---------- Material to process ----------
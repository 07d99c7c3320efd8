import { CONTINUOUS_FACTOR } from "./load-rules.ts";

/**
 * The limits that the show check measures against. They are settings of an event: an event may make
 * them stricter. Each says where it comes from; "common practice" has no source that could be cited.
 */
export interface EventRules {
  /** Most rising events (see `street-flash.ts`) in any second. WCAG 2.2, success criterion 2.3.1: three. */
  readonly flashesPerSecond: number;
  /** Share of a side's lights that makes an event. WCAG 2.2: 25 % of the field of view. */
  readonly flashShare: number;
  /** Changes within this time are one. TRACE proposed guideline (Jordan and Vanderheiden 2024): 20 ms. */
  readonly flashTogetherSeconds: number;
  /** Least change of a light, as a share of its full light, and the darker state below which it counts. WCAG 2.2: 0.1 and 0.8. */
  readonly flashStep: number;
  readonly flashDarkerBelow: number;
  /** Seconds at the limit after which a run is reported. ITU-R BT.1702 as restated: 5 s may be risky even when compliant. */
  readonly flashLongRunSeconds: number;
  /** Least seconds on, and off between, of a mechanical relay. Common practice. */
  readonly relayDwellSeconds: number;
  /** Most times on a second of a relay, over `relayWindowSeconds`. Rated-load figures of relay datasheets: 1800 an hour. */
  readonly relayCyclesPerSecond: number;
  readonly relayWindowSeconds: number;
  /** Share of a breaker that lights may take. NEC 210.20(A): 1 / 1.25 for continuous loads. */
  readonly continuousShare: number;
  /** A show that is over before this share of its song is noted. Common practice. */
  readonly leastLengthShare: number;
  /** Dark seconds inside a show that are noted. Common practice. */
  readonly longestDarkSeconds: number;
}

export const DEFAULT_RULES: EventRules = {
  flashesPerSecond: 3,
  flashShare: 0.25,
  flashTogetherSeconds: 0.02,
  flashStep: 0.1,
  flashDarkerBelow: 0.8,
  flashLongRunSeconds: 5,
  relayDwellSeconds: 0.5,
  relayCyclesPerSecond: 0.5,
  relayWindowSeconds: 30,
  continuousShare: 1 / CONTINUOUS_FACTOR,
  leastLengthShare: 0.9,
  longestDarkSeconds: 15,
};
----------
If a line in the records includes the string "export", copy it.

Written solution:
export interface EventRules {
export const DEFAULT_RULES: EventRules = {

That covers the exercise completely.